Friday 11 October 2019

Mina's Boy -- Monologue

Today's mom's birthday, so I need to ask strangers for money to buy a gift. People are so nice, dropping coins and fluttering coupons down on me. I smile at 'em and always say thank you. Sometimes they look real surprised, or embarrassed, but most of the time they don't hear and just walk on off. A lot of people don't look at me, even though I look at them. Every day I look at people. I look and look and look. I sit outside Rory's shop, out on the corner scrunched up small with my sweater sticking to the brick wall so people don't trip on me when they walk. I used to sit outside Mrs. Josephine's Dance Studio, watching the pretty ballerinas twirl and wishing I could move like them angels. Wishing my stomach didn't jiggle like raspberry jello, wishing that when I was little, I could've fit in the wooden crib that my parents built for my younger sister, when we thought she was going to be born. But a man told me I had to leave, told me to go to a shelter, told me I couldn't sit outside watching them girls dance. I smiled and pointed, telling the man that I lived in a house just past the park, but he was already gone. Rory's ground is wet but he comes out of his shop each day and gives me a sandwich. He sells videos and says his name isn't Rory. He reminds me every night that I got to go, got to go buy food. He helps me count my money, tells me how much people gave me, tells me to buy something nice. Tells me which coupons are for what, tells me what I should be eating. "Get cold vegetables, eat them all day long and never get hungry. Stick of celery," he'll say, "You warm enough? House clean?" He's awful nice. I love Rory.

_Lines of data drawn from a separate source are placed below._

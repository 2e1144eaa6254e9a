/** A table in Markdown. */
export function markdownTable(head: readonly string[], rows: readonly (readonly string[])[]): string {
  const line = (cells: readonly string[]) => `| ${cells.join(' | ')} |`;
  return [line(head), line(head.map(() => '---')), ...rows.map(line)].join('\n');
}

/** Prints a table where the environment asks for it: `POLEWISE_TABLES=1 npx vitest run tests/reference/outside-`. */
export function printIfAsked(title: string, table: () => string): void {
  const { POLEWISE_TABLES: asked } = process.env;
  if (asked !== undefined) process.stdout.write(`\n${title}\n\n${table()}\n`);
}
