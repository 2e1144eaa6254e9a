import { describe, expect, it } from 'vitest';
import { type Entry, scanEntries } from '../../server/src/formats/annotation/entries';
import { type TypedValue, typedValue } from '../../server/src/formats/annotation/values';
import { parse } from '../../server/src/formats/parse';
import { scanNumber } from '../../server/src/text/numbers';
import { snapshotOf } from '../../server/src/text/snapshot';
import { seeded } from './data/outside-program';

/**
 * Extended XYZ: what its specification (libAtoms/extxyz, README and kv_tests.md) accepts, rejects and means. Left out, because its
 * documents or readers disagree: `t` and `f` as booleans (listed, but not in the grammar), single quotes (one reader takes them,
 * the list rejects them), and words without `=` (rejected there, free text here on purpose).
 */

function entriesOf(line: string): { entries: Entry[]; values: TypedValue[] } {
  const text = snapshotOf(line);
  const entries = scanEntries(text, 0, text.length);
  return { entries, values: entries.map((entry) => typedValue(text, entry)) };
}

function typed(written: string): TypedValue {
  const { values } = entriesOf(`key=${written}`);
  expect(values).toHaveLength(1);
  return values[0]!;
}

describe('numbers of the comment line in every spelling', () => {
  const SIGNS = ['', '+', '-'];
  it.each(['12', '012'])('%s is an integer with every sign', (digits) => {
    for (const sign of SIGNS) {
      expect(typed(sign + digits)).toEqual({ kind: 'int', shape: [], items: [sign === '-' ? -12 : 12] });
    }
  });

  const MAIN = ['12.0', '012.0', '12', '012', '0.12', '00.12', '0.012'];
  const EXPONENTS = ['e', 'E', 'd', 'D'].flatMap((letter) =>
    SIGNS.flatMap((sign) => ['0', '12'].map((digits) => letter + sign + digits)),
  );
  it.each(MAIN)('%s is a float with every sign and exponent', (main) => {
    for (const sign of SIGNS) {
      for (const exponent of main.includes('.') ? ['', ...EXPONENTS] : EXPONENTS) {
        const value = Number(sign + main + exponent.toLowerCase().replace('d', 'e'));
        expect(typed(sign + main + exponent)).toEqual({ kind: 'float', shape: [], items: [value] });
      }
    }
  });

  it.each(['1.3k7', '12d', '1e', 'e5', '--1', '1.2.3', '0x10', 'TRuE', 'tRUE', 'nan'])(
    '%s is a bare string',
    (word) => {
      expect(typed(word)).toEqual({ kind: 'string', shape: [], items: [word] });
    },
  );

  it.each([
    ['T', true],
    ['true', true],
    ['True', true],
    ['TRUE', true],
    ['F', false],
    ['false', false],
    ['False', false],
    ['FALSE', false],
  ])('%s is the boolean %s', (word, expected) => {
    expect(typed(word)).toEqual({ kind: 'bool', shape: [], items: [expected] });
  });
});

describe('values that must be read', () => {
  const rows: [written: string, kind: TypedValue['kind'], shape: number[], items: (number | boolean | string)[]][] = [
    ['abc', 'string', [], ['abc']],
    ["!#$%&'()*+-./:;<>?@^_`|~", 'string', [], ["!#$%&'()*+-./:;<>?@^_`|~"]],
    ['"abc"', 'string', [], ['abc']],
    ['"a b c"', 'string', [], ['a b c']],
    [String.raw`"line one\nline two"`, 'string', [], ['line one\nline two']],
    [String.raw`"abc\"def"`, 'string', [], ['abc"def']],
    [String.raw`"abc\\def"`, 'string', [], ['abc\\def']],
    ['"=,[]{}"', 'string', [], ['=,[]{}']],
    // Lists separated by blanks; one item is a scalar.
    ['"1 2 3"', 'int', [3], [1, 2, 3]],
    ['{1 2 3}', 'int', [3], [1, 2, 3]],
    ['"1.0 2.0 3.0"', 'float', [3], [1, 2, 3]],
    ['"1 2.0 3"', 'float', [3], [1, 2, 3]],
    ['{1.0 2 3}', 'float', [3], [1, 2, 3]],
    ['"T F True FALSE"', 'bool', [4], [true, false, true, false]],
    ['{T F}', 'bool', [2], [true, false]],
    ['{a b c}', 'string', [3], ['a', 'b', 'c']],
    ['{"a b" c}', 'string', [2], ['a b', 'c']],
    ['"3"', 'int', [], [3]],
    ['{3}', 'int', [], [3]],
    ['"1 T"', 'string', [], ['1 T']],
    ['"1 two"', 'string', [], ['1 two']],
    // Lists in brackets.
    ['[1, 2, 3]', 'int', [3], [1, 2, 3]],
    ['[ 1,2.0 ,3 ]', 'float', [3], [1, 2, 3]],
    ['[T, F, True, FALSE]', 'bool', [4], [true, false, true, false]],
    ['[3]', 'int', [1], [3]],
    ['[a,b]', 'string', [2], ['a', 'b']],
    ['[ a, b ]', 'string', [2], ['a', 'b']],
    ['["a","b"]', 'string', [2], ['a', 'b']],
    ['[ "a", "b" ]', 'string', [2], ['a', 'b']],
    ['[ a, "b", c ]', 'string', [3], ['a', 'b', 'c']],
    ['[ "a, b", "c]" ]', 'string', [2], ['a, b', 'c]']],
    ['[ "c]", "a, b" ]', 'string', [2], ['c]', 'a, b']],
    ['[ T, F, bob ]', 'string', [3], ['T', 'F', 'bob']],
    ['[ T, F, "bob", TRUE ]', 'string', [4], ['T', 'F', 'bob', 'TRUE']],
    ['[1, T]', 'string', [2], ['1', 'T']],
    // Two dimensions.
    ['[[1,2,3]]', 'int', [1, 3], [1, 2, 3]],
    ['[[1,2],[3,4]]', 'int', [2, 2], [1, 2, 3, 4]],
    ['[ [1, 2] , [3.0, 4] ]', 'float', [2, 2], [1, 2, 3, 4]],
    ['[[T,F],[F,T]]', 'bool', [2, 2], [true, false, false, true]],
    ['[[a,b],["c",d]]', 'string', [2, 2], ['a', 'b', 'c', 'd']],
    ['[[ "a, b", "c]" ],[ "a, b", "c]" ]]', 'string', [2, 2], ['a, b', 'c]', 'a, b', 'c]']],
    ['[[T,F],[a,b]]', 'string', [2, 2], ['T', 'F', 'a', 'b']],
    ['[[1,2],[a,b]]', 'string', [2, 2], ['1', '2', 'a', 'b']],
    ['[[T,F],[1,2],[a,b],["c","d"]]', 'string', [4, 2], ['T', 'F', '1', '2', 'a', 'b', 'c', 'd']],
  ];
  it.each(rows)('%s is %s of shape %j', (written, kind, shape, items) => {
    expect(typed(written)).toEqual({ kind, shape, items });
  });
});

describe('values that must be rejected', () => {
  it.each([
    'abc"def',
    'abc=def',
    'abc,def',
    String.raw`abc\def`,
    'abc[def',
    'abc]def',
    'abc{def',
    'abc}def',
    '',
    '"abc',
    `"abc'`,
    '{1 2',
    '[1,2',
    '[[1,2],[3,4]',
    '[1,2,]',
    '[,1,2]',
    '[1,,2]',
    '[1 2 3]',
    '[a b, c]',
    '[[1,2],[3]]',
    '[[1,2],3]',
    '[[1,2][3,4]]',
    '[[[1,2],[3,4]],[[5,6],[7,8]]]',
    '[]',
    '{}',
  ])('key=%s', (written) => {
    expect(typed(written).kind).toBe('invalid');
  });
});

describe('keys', () => {
  it.each([
    ['key=5', ['key']],
    ['key =5', ['key']],
    ['key= 5', ['key']],
    ['key = 5', ['key']],
    ['key\t=\t5', ['key']],
    ['"key"=5', ['key']],
    ['"my key" = 5', ['my key']],
    ['a=1 b="2 3" c=[4, 5] d={6 7} e=T', ['a', 'b', 'c', 'd', 'e']],
    ['a="b=c" d=[ "e=f", g ] h=1', ['a', 'd', 'h']],
    ['', []],
  ])('%j holds the keys %j', (line, keys) => {
    expect(entriesOf(line).entries.map(({ key }) => key)).toEqual(keys);
  });
});

describe('frames', () => {
  const WATER = 'O 0 0 0\nH 0.9572 0 0\nH -0.24 0.9266 0\n';
  const frames = (text: string) => parse(snapshotOf(text), 'xyz');
  const codes = (text: string) => frames(text).problems.map(({ severity, code }) => `${severity} ${code}`);

  it.each([
    ['one frame', `3\n\n${WATER}`, 1],
    ['frames one after another', `3\n\n${WATER}3\nframe 2\n${WATER}`, 2],
    ['blanks around the count', `  3  \n\n${WATER}`, 1],
    ['blank lines at the end', `3\n\n${WATER}\n\n`, 1],
    ['no line end at the end', `3\n\n${WATER}`.trimEnd(), 1],
    ['Windows line ends', `3\n\n${WATER}`.replace(/\n/g, '\r\n'), 1],
    ['tabs between the fields', `3\n\n${WATER.replace(/ /g, '\t')}`, 1],
  ])('%s: read without a problem', (_, text, count) => {
    const tree = frames(text);
    expect(tree.frames.map(({ atoms }) => atoms.count)).toEqual(Array(count).fill(3));
    expect(tree.problems).toEqual([]);
  });

  it.each([
    ['species:S:1:pos:R:3', 'Ar 1 2 3', []],
    ['pos:R:3:species:S:1', '1 2 3 Ar', []],
    ['Z:I:1:pos:R:3', '18 1 2 3', []],
    ['species:S:1:pos:R:3:flag:L:2:note:S:1', 'Ar 1 2 3 T F word', []],
    ['species:S:1:forces:R:3:pos:R:3', 'Ar 9 9 9 1 2 3', []],
    ['species:S:1:pos:R:3', 'Ar 1 2 3 4', ['error columns-off']],
    ['species:S:1:pos:R:3:charge:R:1', 'Ar 1 2 3', ['error field-missing']],
    ['species:S:1:pos:Q:3', 'Ar 1 2 3', ['error columns-off']],
    ['species:S:1:pos:R:0', 'Ar 1 2 3', ['error columns-off']],
    ['species:S:1:pos:R', 'Ar 1 2 3', ['error columns-off']],
  ])('Properties=%s with the line "%s" has the problems %j', (properties, line, problems) => {
    const text = `1\nProperties=${properties}\n${line}\n`;
    expect(codes(text)).toEqual(problems);
    if (problems.length > 0) return;
    const { atoms } = frames(text).frames[0]!;
    expect([atoms.element[0], ...atoms.positionA]).toEqual([18, 1, 2, 3]);
  });

  it('a species that is no chemical symbol is an error', () => {
    expect(codes('2\nProperties=species:S:1:pos:R:3\nAr 1 2 3\nQq 4 5 6\n')).toEqual(['error element-unknown']);
  });

  it('without Properties the second line is free text and columns after the fourth are not read', () => {
    const tree = frames('1\nwater, charge first\nAr 1 2 3 -0.8 7\n');
    expect(tree.frames[0]!.atoms.chargeE).toBeNull();
    expect([...tree.frames[0]!.atoms.positionA]).toEqual([1, 2, 3]);
    expect(tree.problems.filter(({ severity }) => severity === 'error' || severity === 'warning')).toEqual([]);
  });

  const CELL = [10, 0, 0, 1, 11, 0, 2, 3, 12];
  it.each([
    ['nine numbers in quotes', 'Lattice="10 0 0 1 11 0 2 3 12"', CELL, [true, true, true]],
    ['three rows in brackets', 'Lattice=[[10, 0, 0], [1, 11, 0], [2, 3, 12]]', CELL, [true, true, true]],
    ['nine numbers in braces', 'Lattice={10 0 0 1 11 0 2 3 12}', CELL, [true, true, true]],
    ['a diagonal', 'Lattice="10 11 12"', [10, 0, 0, 0, 11, 0, 0, 0, 12], [true, true, true]],
    ['pbc in quotes', 'Lattice="10 0 0 1 11 0 2 3 12" pbc="T F T"', CELL, [true, false, true]],
    ['pbc in brackets', 'Lattice="10 0 0 1 11 0 2 3 12" pbc=[F, F, T]', CELL, [false, false, true]],
  ])('the cell: %s', (_, keys, vectors, periodic) => {
    const { cell } = frames(`1\n${keys} Properties=species:S:1:pos:R:3\nAr 1 2 3\n`).frames[0]!;
    expect([...cell!.vectorsA]).toEqual(vectors);
    expect(cell!.periodic).toEqual(periodic);
  });

  it('without Lattice there is no cell', () => {
    expect(frames('1\nProperties=species:S:1:pos:R:3\nAr 1 2 3\n').frames[0]!.cell).toBeNull();
  });

  it('coordinates may have Fortran exponents', () => {
    const { atoms } = frames('1\n\nAr 1.5d0 -2.5D-1 0.3E+1\n').frames[0]!;
    expect([...atoms.positionA]).toEqual([1.5, -0.25, 3]);
  });
});

describe('numbers equal Number() to the last bit', () => {
  const scan = (token: string) => {
    const text = snapshotOf(token);
    return scanNumber(text, 0, text.length);
  };

  it.each([
    // Numbers next to a boundary of binary floating point (common practice, no source).
    '9007199254740992',
    '9007199254740993',
    '9007199254740995e0',
    '1e22',
    '1e23',
    '8.5e22',
    '123456789012345678e-5',
    '0.000123456789012345678901234567890',
    '2.2250738585072011e-308',
    '2.2250738585072014e-308',
    '4.9406564584124654e-324',
    '2.4703282292062327e-324',
    '1.7976931348623157e308',
    '1.7976931348623159e308',
    '-0',
    '-0.0e5',
    '5e-400',
    '.5',
    '5.',
    '+7',
  ])('%s', (token) => {
    expect(Object.is(scan(token), Number(token))).toBe(true);
  });

  it('100,000 random tokens, with Fortran exponents among them', () => {
    const random = seeded(1957);
    const whole = (below: number) => Math.floor(random() * below);
    const digits = (count: number) => Array.from({ length: count }, () => whole(10)).join('');
    const wrong: string[] = [];
    for (let k = 0; k < 100_000; k++) {
      const sign = ['', '', '-', '+'][whole(4)]!;
      const before = digits(whole(3) === 0 ? whole(25) : 1 + whole(4));
      const point = whole(5) > 0;
      const after = point ? digits(whole(4) === 0 ? whole(25) : whole(9)) : '';
      const main = before + after === '' ? '7' : before;
      const size = whole(3) === 0 ? whole(345) : whole(30);
      const exponent = whole(2) === 0 ? '' : 'eEdD'[whole(4)]! + ['', '-', '+'][whole(3)]! + size;
      const token = sign + main + (point ? '.' : '') + after + exponent;
      if (!Object.is(scan(token), Number(token.replace(/[dD]/, 'e')))) wrong.push(token);
    }
    expect(wrong).toEqual([]);
  });

  it.each([
    '',
    '-',
    '.',
    '+.',
    '1e',
    '1e+',
    'e5',
    '0x10',
    '1_000',
    'nan',
    'inf',
    'Infinity',
    '1.2.3',
    '1,5',
    '--1',
    '1 2',
    '１',
  ])('"%s" is no number', (token) => {
    expect(scan(token)).toBeNaN();
  });
});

There's a little store that Yuki owns. I didn't know her name for the longest time, she was scared of me, always placing my change on the table instead of my big, pawlike hands. Now though I'm real happy 'cause Yuki always got something picked out for me, a little something nice. She smiles, lots of gum, little lined eyes—a tiny person. Yuki smells like wood varnish, like someone stuffed all the nice things they could think of together and called it a flower. She hands me a little blue swan today and a dog treat for my pup. I always get one. "How much money today?" she says, "How much you have?" I tell her five, I've got five dollars, but I need extra for a birthday present. She smiles extra big. "Is it your birthday?" No, I say. It's for mom. "Then you can have this, too," she says, and hands me a little box, "Open when you go to sleep." 

Dog treat's for my dog. My dog always says hello and I say hello and he eats a treat. Yuki says I should name my dog, but I don't want to pick a name. What if he didn't like it? I'd probably pick something stupid, anyway. Stupid like how I forgot to feed my dog and he vomited on our house's carpeting. "Mina's son. Clean it," Grandfather says, says been smelling it all day. I nod, put my blue swan in my drawer, my own little drawer in my own little room, take out my little box and lay it out on my table so I won't forget. I put food in my dog's bowl and open the cupboard right up, grab two boxes of cereal. I give one to Grandfather and he hands me a fifty dollar bill. I put the money in my drawer and crawl into bed, shaking the cereal into my mouth. I hold Yuki's present real close, real tight, and close my eyes. Just when I feel real sleepy, I take off the lid and look inside. I pick up a little glass ballerina between my thumb and my finger (the one with the broken nail) and hold her to my lamp. The light fills up inside of her and my mouth falls open at her tiny little feet, at her little nose. I run my hand over the figurine, then wipe off my finger smudges with my blue bedspread. 


I tuck the ballerina in my drawer, next to a gold belt buckle my father used to wear before he left and the ballet ribbon, the white ribbon I pulled from Mrs. Josephine's ballet slipper, the one I found in the dumpster behind the studio, the one that wrapped around her ankles as if it kept them from breaking. It lies next to my only picture of my mom. She would have been fifty-six today. I fall asleep with my hand in the drawer, touching the only things I have left.